Zoom to Haiti and you will see that the newspaper article was correct: most earthquakes in the region over the three-year period occurred in a wide, scattered pattern off the northeast coast of Hispaniola (shown by the purple dots in the image below) but the January and February 2010 earthquakes were focused in a narrow cluster on the western side of the island, in Haiti (shown by the yellow dots). Which earthquakes would you consider aftershocks, and why?

Further questions that the students could address include:

1. How and why do plate boundaries differ, and how do their movements result in different kinds and numbers of earthquakes?
2. How do plate movements impact populations living in close proximity, and also those far away (through tsunamis)?
3. What is the average distance that most earthquakes occur from the subduction zone along the western edge of South America, and what does this distance, and depth of the earthquakes, tell you about the type of plate boundary that exists there?
4. Do you think that the fact that there had been no earthquakes in Haiti between 2004 and 2007 contributed to tectonic pressure that resulted in the magnitude 7.0 earthquake of January 2010?
5. How common are aftershocks?
6. The earthquake a month later in Chile was much larger than the Haiti earthquake, but the death toll was much less.
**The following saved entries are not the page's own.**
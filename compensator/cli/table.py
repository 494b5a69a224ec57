"""``compensator table``: the law as an integer lookup table in C99, with its sweep."""

from __future__ import annotations

from compensator.cli._common import add_json_flag, add_law_arguments, caution, law_from_args, print_json
from compensator.fileio import write_files_atomic
from compensator.firmware.table_c import (
    DEFAULT_FUNCTION_NAME,
    c_current_function_signature,
    c_function_signature,
    check_function_name,
    render_sweep_csv,
    render_table_c,
)
from compensator.firmware.tables import (
    DEFAULT_FAULT_MARGIN_K,
    LAYOUTS,
    adc_quantisation_gain_pct,
    build_table,
    sweep_table,
)

ORDER = 45

CAUTION = (
    "caution: the generated table sets a SiPM bias of tens of volts; above 60 V dc is hazardous live "
    "(IEC 61010-1). Check the output limits on the bench before fitting a sensor, and follow local codes "
    "and licensed practice."
)


def register(subparsers) -> None:
    parser = subparsers.add_parser(
        "table", help="integer lookup table ADC code -> DAC code as C99 source, within a gain-error bound",
        description="Tabulate the compensation law from the raw temperature ADC code to the bias DAC code, "
                    "choose the smallest table that meets --max-gain-error-pct at every ADC code of the "
                    "operating range, and write NAME.h, NAME.c and sweep.csv to --out. With --drop-correction "
                    "measured the table holds the law for zero current and NAME_with_current() also adds the "
                    "series-resistor drop of the SiPM current read by the board's current_sense ADC.")
    add_law_arguments(parser)
    parser.add_argument("--max-gain-error-pct", required=True, type=float, metavar="P",
                        help="bound on the table's gain error at every ADC code of the range, percent")
    parser.add_argument("--out", required=True, metavar="DIR", help="output directory (created if missing)")
    parser.add_argument("--layout", choices=LAYOUTS, default="optimised",
                        help="uniform: power-of-two spacing indexed by shift; optimised: breakpoints placed to "
                             "equalise error, binary search, stored slopes (default)")
    parser.add_argument("--fault-margin-k", type=float, default=DEFAULT_FAULT_MARGIN_K, metavar="K",
                        help="readings this far outside the operating range are sensor faults and get the "
                             f"board's safe_dac_code, kelvin (default {DEFAULT_FAULT_MARGIN_K:g})")
    parser.add_argument("--name", default=DEFAULT_FUNCTION_NAME, metavar="NAME",
                        help=f"C function name and file stem (default {DEFAULT_FUNCTION_NAME})")
    parser.add_argument("--force", action="store_true", help="replace existing output files")
    add_json_flag(parser)
    parser.set_defaults(handler=run)


def run(args) -> int:
    caution(CAUTION)  # printed when the command ends, never with a usage error
    name = check_function_name(args.name)
    sipm, board, law = law_from_args(args)
    table = build_table(law, board, args.max_gain_error_pct, args.layout, args.fault_margin_k)
    baseline = table if args.layout == "uniform" else build_table(law, board, args.max_gain_error_pct, "uniform",
                                                                  args.fault_margin_k)
    sweep = sweep_table(table, law, board)
    if not sweep.within_bound:  # build_table verifies every code; this would be a bug
        raise RuntimeError(f"table misses its bound at ADC code {sweep.worst_adc_code}")
    settings = {"law": law.kind, "overvoltage_v": f"{law.overvoltage_v:g}", "layout": table.layout,
                "max_gain_error_pct": f"{args.max_gain_error_pct:g}", "fault_margin_k": f"{args.fault_margin_k:g}",
                "drop_correction": law.drop_correction,
                "photon_rate_hz": f"{law.photon_rate_hz:g}"}
    files = render_table_c(table, [sipm, board], name, settings)
    files["sweep.csv"] = render_sweep_csv(sweep)

    paths = write_files_atomic(args.out, files, overwrite=args.force, what="table output")

    adc_q = float(adc_quantisation_gain_pct(law, board.temperature, sweep.temp_c).max())
    result = {
        "sipm": sipm.name, "board": board.name, "law": law.kind, "overvoltage_v": law.overvoltage_v,
        "layout": table.layout, "bound_pct": args.max_gain_error_pct,
        "entries": table.entries, "table_bytes": table.table_bytes,
        "uniform_entries": baseline.entries, "uniform_table_bytes": baseline.table_bytes,
        "max_gain_error_pct": sweep.max_gain_error_pct, "max_error_dac_lsb": sweep.max_error_dac_lsb,
        "worst_adc_code": sweep.worst_adc_code, "adc_quantisation_gain_error_pct": adc_q,
        "adc_code_range": [table.code_lo, table.code_hi], "adc_fault_band": [table.fault_lo, table.fault_hi],
        "safe_dac_code": table.safe_dac_code, "dac_clamp": [table.dac_min, table.dac_max],
        "c_function": c_function_signature(table, name),
        "drop_correction": law.drop_correction,
        "current_correction": None,
        "files": [str(p) for p in paths],
    }
    cur = table.current
    if cur is not None:
        result["current_correction"] = {
            "c_function": c_current_function_signature(table, name),
            "dac_codes_per_current_code": cur.dac_codes_per_current_code, "factor": cur.factor, "shift": cur.shift,
            "current_code_max": cur.current_code_max, "limited_by": cur.limit_reason,
            "current_lsb_a": cur.lsb_a, "max_correction_v": cur.max_correction_v,
        }
    if args.json:
        print_json(result)
        return 0
    print(f"{sipm.name} on {board.name}: {law.kind.replace('_', ' ')} law at {law.overvoltage_v:g} V, "
          f"{table.layout} layout")
    print(f"table: {table.entries} entries, {table.table_bytes} bytes "
          f"(smallest uniform power-of-two table: {baseline.entries} entries, {baseline.table_bytes} bytes)")
    print(f"gain error at every ADC code {table.code_lo}..{table.code_hi}: at most {sweep.max_gain_error_pct:.4f} % "
          f"(bound {args.max_gain_error_pct:g} %), {sweep.max_error_dac_lsb:.2f} DAC LSB; half an ADC code adds "
          f"up to {adc_q:.4f} %")
    print(f"codes outside {table.fault_lo}..{table.fault_hi} give the safe DAC code {table.safe_dac_code}")
    print(f"function: {c_function_signature(table, name)}")
    if cur is not None:
        print(f"measured drop correction: {c_current_function_signature(table, name)} adds "
              f"{cur.dac_codes_per_current_code:.6g} DAC codes per current code ({1e9 * cur.lsb_a:.4g} nA), "
              f"as {cur.factor} / 2^{cur.shift}; current codes above {cur.current_code_max} ({cur.limit_reason}) "
              f"are limited, so it adds at most {cur.max_correction_v:.3f} V: a wrong current reading cannot take "
              f"the SiPM past its max_overvoltage_v")
    for p in paths:
        print(f"wrote {p}")
    return 0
What effect do building codes have on earthquake damage in a region? (See also Marazzi & Tirelli, 2010.)

Analysing world climate with GIS

Another GIS investigation for the classroom would be to analyse world climates.

1. Download the free GIS software ArcExplorer Java Edition for Education^w2 (for Windows or Mac).
2. Open the worldclimate_hd project to view data layers that include vegetation, maximum and minimum temperature for July, maximum and minimum temperatures for January, mean precipitation, elevation, countries and a 30 degree latitude-longitude grid (see image below).
3. Click on the country layer and use the menu that appears to label the countries.

Why is the pattern of maximum temperatures for January different from that for July? From the map, can you see at what time of year it is summer in the northern hemisphere and when it is summer in the southern hemisphere? What influence does latitude have on temperature?

What is the difference between the minimum and maximum temperatures for July? Do any regions of the world experience daily temperature swings of more than 20°C? Where are these regions? What is the effect of the ocean on daily temperature swings and on the maximum temperatures around the world?

4. Turn on the elevation map layer (see image below).

What effect does elevation have on temperature? Is elevation as important as latitude as a determinant of temperature?

5. Next, examine the vegetation map layer (see image below).

What primary vegetation types cover Gabon, Oman and Japan? How is climate linked to vegetation? What is the predominant vegetation in regions that are more than 2000 m in elevation? Move your mouse until it rests on the Equator, and describe how the vegetation changes as you move across South America, Africa and south-east Asia along the Equator. How does vegetation and climate change as you move north along the Prime Meridian from Ghana to the UK?

Zoom in on the region where you live. Determine the daily temperature variations in January and July and compare the maximum temperatures for January and July for your region.

How does the temperature, precipitation, vegetation and elevation compare with other regions of the world? Is there another part of the world that experiences a similar climate, elevation and vegetation to your region? If so, where is it?